[Saved data entries]
// Solution is a differentially corrected orbit.
type Solution struct {
	// State is the fitted orbit at its epoch (that of the starting state).
	State State
	// Cov is the 6×6 covariance of State in the order Pos.X, Pos.Y, Pos.Z,
	// Vel.X, Vel.Y, Vel.Z (au, au/day), multiplied by Chi2DoF when Scaled.
	Cov *mat.SymDense
	// Chi2 is the sum of the used observations' χ²; DoF = 2·NumUsed − 6.
	Chi2 float64
	DoF  int
	// Chi2DoF is Chi2/DoF; 0 when DoF is 0 (an exactly determined orbit,
	// which Notes mention).
	Chi2DoF float64
	// Scaled reports that χ²/dof > 1: the stated σ look too small and Cov was
	// multiplied by χ²/dof (Notes say so).
	Scaled bool
	// RMSArcsec pools the east and north residuals of the used observations:
	// √(Σ(ΔE² + ΔN²)/(2n)), as the sky-plane fit does.
	RMSArcsec float64
	// Residuals lists every observation given, in order.
	Residuals []ObsResidual
	// NumUsed is the number of observations in the final fit.
	NumUsed int
	// Iterations is the number of Levenberg–Marquardt iterations, summed
	// over the refits of the outlier rejection.
	Iterations int
	// Cond is the 2-norm condition number of the whitened Jacobian at the
	// solution after its columns were scaled to unit length.
	Cond float64
	// Start names the method of the starting orbit ("gauss", "ranging", …);
	// "given" for a state passed to [Correct] directly.
	Start string
	// H is the fitted absolute magnitude for the slope G, HSigma its 1-σ
	// and NumMag the number of magnitudes used (see [FitH]); H is NaN and
	// NumMag 0 when no used observation has a magnitude.
	H, HSigma, G float64
	NumMag       int
	// FirstUTC and LastUTC bound the arc of the used observations.
	FirstUTC, LastUTC astro.JD
	// Encounters are the close approaches the integration of the orbit from
	// its epoch to the observations found (within 0.05 au of the Earth,
	// inside a planet's Hill sphere); always nil for two-body motion.
	Encounters []Encounter
	// Notes are plain-words remarks: scaled covariance, outliers flagged
	// (each with its residual), no degrees of freedom, the magnitude fit.
	Notes []string
}
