// runFit fits and compares the models and prints the result.
func runFit(o fitOptions, io streams) error {
	if o.json && o.csv {
		return usagef("--json and --csv exclude each other")
	}
	if _, err := o.check(); err != nil {
		return err
	}
	if _, err := o.settings(); err != nil {
		return err
	}
	if err := checkSigma(o.sigma); err != nil {
		return err
	}
	if err := checkChartFile("chart", o.chart); err != nil {
		return err
	}
	if err := checkChartFile("compare-chart", o.compareChart); err != nil {
		return err
	}
	if err := checkOutPath("save", o.save); err != nil { // before any work or chart is written
		return err
	}
	at, sites, defaultSite, err := fitInputs(o)
	if err != nil {
		return err
	}
	data, err := readInput(o.file)
	if err != nil {
		return err
	}
	if fit.IsFitFile(data) {
		return usagef("%s is a fit file; fit takes observations (predict and night read fit files)", o.file)
	}
	site := siteForPrediction(o.site, sites)
	a, err := analyse(o.modelOptions, data, at, site, sites, defaultSite)
	if err != nil {
		return err
	}
	var buf bytes.Buffer // whole output first: nothing half-written on error
	switch {
	case o.json:
		err = writeFitJSON(&buf, a, o)
	case o.csv:
		err = writeResidualsCSV(&buf, a)
	default:
		err = writeFitText(&buf, a, o)
	}
	if err != nil {
		return err
	}
	if o.chart != "" {
		fg, err := chart.ResidualsFigure(chart.ComparisonResiduals(a.cmp))
		if err == nil {
			err = saveChart("fit", o.chart, fg, io)
		}
		if err != nil {
			return err
		}
	}
	if o.compareChart != "" {
		fg, err := chart.ComparisonGrowth(a.cmp, site, 0)
		if err == nil {
			err = saveChart("fit", o.compareChart, fg, io)
		}
		if err != nil {
			return err
		}
	}
	if o.save != "" {
		if err := fit.SaveFitFile(o.save, a.saved); err != nil {
			return inputError(err)
		}
	}
	for _, w := range a.warnings {
		fmt.Fprintf(io.Err, "arcfit fit: warning: %s\n", oneLine(w))
	}
	if o.save != "" {
		fmt.Fprintf(io.Err, "arcfit fit: wrote %s\n", o.save)
	}
	_, err = io.Out.Write(buf.Bytes())
	return err
}

// residualRow is one observation's residual as fit prints it.
type residualRow struct {
	Line       int     `json:"line"`
	TimeUTC    string  `json:"time_utc"`
	Site       string  `json:"site"`
	DRAArcsec  float64 `json:"dra_arcsec"`
	DDecArcsec float64 `json:"ddec_arcsec"`
	Chi2       float64 `json:"chi2"`
	Flagged    bool    `json:"flagged"`
	Used       bool    `json:"used"`
}

func residualRows(a *analysis) []residualRow {
	if a.cmp.Orbit != nil {
		return orbitResidualRows(a)
	}
	sol := a.cmp.Solution
	rows := make([]residualRow, 0, len(sol.Residuals))
	for i, r := range sol.Residuals {
		site := ""
		if i < len(a.track.Points) {
			site = a.track.Points[i].Site
		}
		rows = append(rows, residualRow{Line: r.Line, TimeUTC: astro.FormatISO8601(r.UTC, 2), Site: site,
			DRAArcsec: round(r.DRAArcsec, 3), DDecArcsec: round(r.DDecArcsec, 3), Chi2: round(r.Chi2, 3),
			Flagged: r.Flagged, Used: r.Used})
	}
	return rows
}

// round rounds v to d decimals (for JSON values printed to a stated
// precision).
func round(v float64, d int) float64 {
	f, _ := strconv.ParseFloat(strconv.FormatFloat(v, 'f', d, 64), 64)
	return f
}

// nightRow is one night's motion: observed (a straight line through the
// night's observations) and that of the fitted model at the night's middle.
type nightRow struct {
	Date                  string   `json:"date"`
	Site                  string   `json:"site"`
	Count                 int      `json:"count"`
	ObsRateArcsecPerMin   *float64 `json:"observed_rate_arcsec_per_min"`
	ObsRatePADeg          *float64 `json:"observed_rate_pa_deg"`
	ModelRateArcsecPerMin *float64 `json:"model_rate_arcsec_per_min"`
	ModelRatePADeg        *float64 `json:"model_rate_pa_deg"`
}

func nightRows(a *analysis) []nightRow {
	sum := obs.Summarize(a.set, a.sites)
	var out []nightRow
	for _, n := range sum.Nights {
		r := nightRow{Date: n.Date, Site: n.Site, Count: n.Count}
		if n.HasRate {
			r.ObsRateArcsecPerMin, r.ObsRatePADeg = finite(round(n.RateArcsecPerMin, 4)), finite(round(n.PADeg, 2))
		}
		mid := n.First.AddDays(n.Last.Sub(n.First) / 2)
		var st *astro.Site
		if s, ok := a.track.Sites[n.Site]; ok && n.Site != "" {
			st = &s
		}
		if p, err := a.saved.Predict(mid, st); err == nil {
			r.ModelRateArcsecPerMin, r.ModelRatePADeg = finite(round(p.RateArcsecPerMin, 4)), finite(round(p.RatePA.Degrees(), 2))
		}
		out = append(out, r)
	}
	return out
}

// modelRowJSON is one row of the comparison.
type modelRowJSON struct {
	Model         string          `json:"model"`
	Knots         []float64       `json:"knots_days"`
	NumParams     int             `json:"n_params"`
	RMSArcsec     *float64        `json:"rms_arcsec"`
	Chi2DoF       *float64        `json:"chi2_dof"`
	BIC           *float64        `json:"bic"`
	CVErrorArcsec *float64        `json:"cv_error_arcsec"`
	CVSEArcsec    *float64        `json:"cv_se_arcsec"`
	Chosen        bool            `json:"chosen"`
	Error         string          `json:"error"`
	Prediction    *predictionJSON `json:"prediction"`
}

// inverseDistanceJSON is the parallax term of a fit.
type inverseDistanceJSON struct {
	Mode       string   `json:"mode"` // fit, fixed or off
	ValuePerAU *float64 `json:"value_per_au"`
	SigmaPerAU *float64 `json:"sigma_per_au"`
	DistanceAU *float64 `json:"distance_au"`
}

// fitJSON is the object fit --json prints.
type fitJSON struct {
	File              string              `json:"file"`
	SHA256            string              `json:"sha256"`
	Model             string              `json:"model"`
	Knots             []float64           `json:"knots_days"`
	Reason            string              `json:"reason"`
	NumObs            int                 `json:"n_obs"`
	NumUsed           int                 `json:"n_used"`
	NumFlagged        int                 `json:"n_flagged"`
	NumNights         int                 `json:"n_nights"`
	RMSArcsec         *float64            `json:"rms_arcsec"`
	Chi2DoF           *float64            `json:"chi2_dof"`
	DoF               int                 `json:"dof"`
	Scaled            bool                `json:"scaled"`
	Cond              *float64            `json:"cond"`
	InverseDistance   inverseDistanceJSON `json:"inverse_distance"`
	HorizonDays       *float64            `json:"horizon_days"`
	HorizonBeforeDays *float64            `json:"horizon_before_days"`
	HorizonAfterDays  *float64            `json:"horizon_after_days"`
	HorizonRule       string              `json:"horizon_rule"`
	EpochTT           string              `json:"epoch_tt"`
	PlaneRADeg        float64             `json:"plane_ra_deg"`
	PlaneDecDeg       float64             `json:"plane_dec_deg"`
	Notes             []string            `json:"notes"`
	Warnings          []string            `json:"warnings"`
	Models            []modelRowJSON      `json:"models"`
	Residuals         []residualRow       `json:"residuals"`
	Nights            []nightRow          `json:"nights"`
	Observations      []observationRow    `json:"observations"`
	Saved             *string             `json:"saved"`
	Orbit             *orbitJSONOf        `json:"orbit,omitempty"`
	Elements          *fit.ElementsJSON   `json:"elements,omitempty"`
	ElementsSigma     *fit.ElementsJSON   `json:"elements_sigma,omitempty"`
}
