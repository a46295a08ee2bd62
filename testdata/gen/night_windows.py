#!/usr/bin/python3
"""Reference night windows of invented element-set targets for package
fit/plan (night.go, window.go), computed with python3-astropy and numpy.

Run from the repository root:

    /usr/bin/python3 testdata/gen/night_windows.py

It writes two files:

    fit/plan/testdata/night_targets.csv   the invented element sets (the
                                          orbital-elements CSV of design.md)
    fit/plan/testdata/night_windows.txt   for each site, night and target: the
                                          dark window, the target's window(s)
                                          above the altitude limit within it,
                                          the best time and the state

Everything is this script's own: the two-body positions come from a Kepler
solver written here in numpy (Newton's method on Kepler's equation), the
Earth, the Sun and the site from astropy (its builtin solar-system ephemeris,
ERFA's epv00), the altitudes from astropy's AltAz frame. Nothing of arcfit is
used. astropy is kept offline: no IERS or leap-second downloads; UT1 = UTC
(delta_ut1_utc = 0, as arcfit takes it); astropy's IERS-B table ends before
these dates, so it takes the polar motion from its 50-year mean (it says so
on stderr; an arcsecond-level effect, far below the minutes compared).

Definitions:

  night     the night of DATE at a site spans local noon of DATE to local
            noon of DATE + 1 in the site's local mean solar time, a fixed
            offset of round(240 s * east longitude in degrees) from UTC
            (arcfit's default local time).
  grid      the span sampled every minute (1441 instants, UTC); every
            crossing of a threshold is first bracketed on that grid, then
            located by linear interpolation on a 1-second grid of +-60 s
            around the first estimate (all astropy evaluations).
  dark      the Sun (astropy get_sun) in AltAz with pressure = 0, i.e. the
            geometric altitude of its centre; astronomical darkness is the
            Sun below -18 deg; the dark window is the longest stretch of the
            span with the Sun below -18 deg (its ends the span's ends when
            the Sun is that low there). 'none' when the Sun never gets so low.
  target    heliocentric ecliptic-J2000 position from the elements (GM = k^2,
            k = 0.01720209895 au^1.5/day, time in TDB days), turned to ICRS
            axes by R1(-eps0), eps0 = 84381.448 arcsec (no frame bias);
            barycentric X = helio + the Sun's barycentric position (astropy
            get_body_barycentric_posvel 'sun', taken at t - tau as
            S(t) - tau * dS/dt); observer O = the Earth's barycentric position
            (get_body_barycentric_posvel 'earth') + the site's GCRS position
            (EarthLocation.get_gcrs_posvel). Astrometric direction: that of
            X(t - tau) - O(t), tau = |X(t - tau) - O(t)| / c iterated 6 times.
  altitude  that direction as an ICRS SkyCoord without distance, transformed
            by astropy to AltAz(location, obstime, pressure = 1010 hPa,
            temperature = 10 C, relative_humidity = 0, obswl = 0.55 um): the
            refracted altitude for arcfit's standard conditions. astropy's
            refraction (ERFA refco) is about 4 % below the Saemundsson formula
            arcfit uses (checks/references.md): 5 arcsec at 25 deg, a second
            or so of time at a crossing.
  window    the parts of the dark window in which the target's altitude is at
            least MINALT (one line per part, in time order).
  best      the instant of the highest altitude within the window(s): the
            vertex of a parabola through the 1-second samples around the
            highest sample when it lies inside a window, else the window end
            with the higher altitude.
  elong     angle at the observer between the target's astrometric direction
            and the Sun's (S(t) - O(t)), at the middle of the dark window, or
            at local midnight when there is none.
  state     near_sun (elong < 15 deg), else no_darkness, else below_limit
            (no window), else observable: the order in which arcfit gives the
            reason.
  next      for the SEARCHES below, the nights after DATE are evaluated one
            by one as above until three observable ones are found or the
            search's limit of nights has been tried; each found night gives
            the window part holding its best time and the best time.

The sites and element sets are invented; they describe no real place or
object.
"""

import math
import os
import sys
import warnings

from astropy.utils import iers
iers.conf.auto_download = False
iers.conf.auto_max_age = None
from astropy.utils.data import conf as data_conf
data_conf.allow_internet = False

import astropy
import astropy.units as u
import erfa
import numpy as np
from astropy.coordinates import (AltAz, EarthLocation, SkyCoord, get_body_barycentric_posvel,
                                 get_sun, solar_system_ephemeris)
from astropy.time import Time

HERE = os.path.dirname(os.path.abspath(__file__))
OUTDIR = os.path.normpath(os.path.join(HERE, "..", "..", "fit", "plan", "testdata"))
COMMAND = "/usr/bin/python3 testdata/gen/night_windows.py"
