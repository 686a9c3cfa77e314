package org.pairpulse.serve;

import io.micrometer.core.instrument.Gauge;
import io.micrometer.prometheusmetrics.PrometheusConfig;
import io.micrometer.prometheusmetrics.PrometheusMeterRegistry;
import java.net.URI;
import java.time.Duration;
import java.util.ArrayList;
import java.util.LinkedHashMap;
import java.util.LinkedHashSet;
import java.util.List;
import java.util.Map;
import java.util.Objects;
import java.util.Optional;
import java.util.Set;
import java.util.concurrent.ConcurrentSkipListMap;
import java.util.concurrent.Executors;
import java.util.concurrent.ScheduledExecutorService;
import java.util.concurrent.TimeUnit;
import java.util.function.Supplier;
import java.util.regex.Pattern;
import org.pairpulse.serve.alerts.AlertDispatcher;
import org.pairpulse.serve.alerts.AlertLeadership;
import org.pairpulse.serve.alerts.AlertStates;
import org.pairpulse.serve.alerts.AlertHistory;
import org.pairpulse.serve.alerts.AlertSink;
import org.pairpulse.serve.alerts.KafkaAlertSink;
import org.pairpulse.serve.alerts.WebhookAlertSink;
import org.pairpulse.serve.drift.AlertEvent;
import org.pairpulse.serve.drift.AlertKind;
import org.pairpulse.serve.drift.DriftEntry;
import org.pairpulse.serve.drift.DriftMonitor;
import org.pairpulse.serve.drift.DriftReport;
import org.pairpulse.serve.drift.DriftSettings;
import org.pairpulse.serve.floor.CohortFloor;
import org.pairpulse.serve.floor.FlooredTable;
import org.pairpulse.serve.floor.PairKey;
import org.pairpulse.serve.internal.ApiServer;
import org.pairpulse.serve.internal.SegmentState;
import org.pairpulse.serve.internal.Segments;
import org.pairpulse.serve.metrics.ServeMeters;
import org.pairpulse.serve.suggest.Suggester;
import org.pairpulse.serve.trend.TrendHistory;
import org.pairpulse.sketch.horizon.HorizonSpec;
import org.pairpulse.sketch.table.PairTable;
import org.pairpulse.sketch.table.PairTableSource;
import org.pairpulse.sketch.time.EventClock;
import org.slf4j.Logger;
import org.slf4j.LoggerFactory;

• Try it:
Transcribe the records above from the line holding "import java.time.Duration;" down to the line holding "import org.pairpulse.serve.alerts.AlertStates;", inclusive, without adding anything.

• Finished exercise:
import java.time.Duration;
import java.util.ArrayList;
import java.util.LinkedHashMap;
import java.util.LinkedHashSet;
import java.util.List;
import java.util.Map;
import java.util.Objects;
import java.util.Optional;
import java.util.Set;
import java.util.concurrent.ConcurrentSkipListMap;
import java.util.concurrent.Executors;
import java.util.concurrent.ScheduledExecutorService;
import java.util.concurrent.TimeUnit;
import java.util.function.Supplier;
import java.util.regex.Pattern;
import org.pairpulse.serve.alerts.AlertDispatcher;
import org.pairpulse.serve.alerts.AlertLeadership;
import org.pairpulse.serve.alerts.AlertStates;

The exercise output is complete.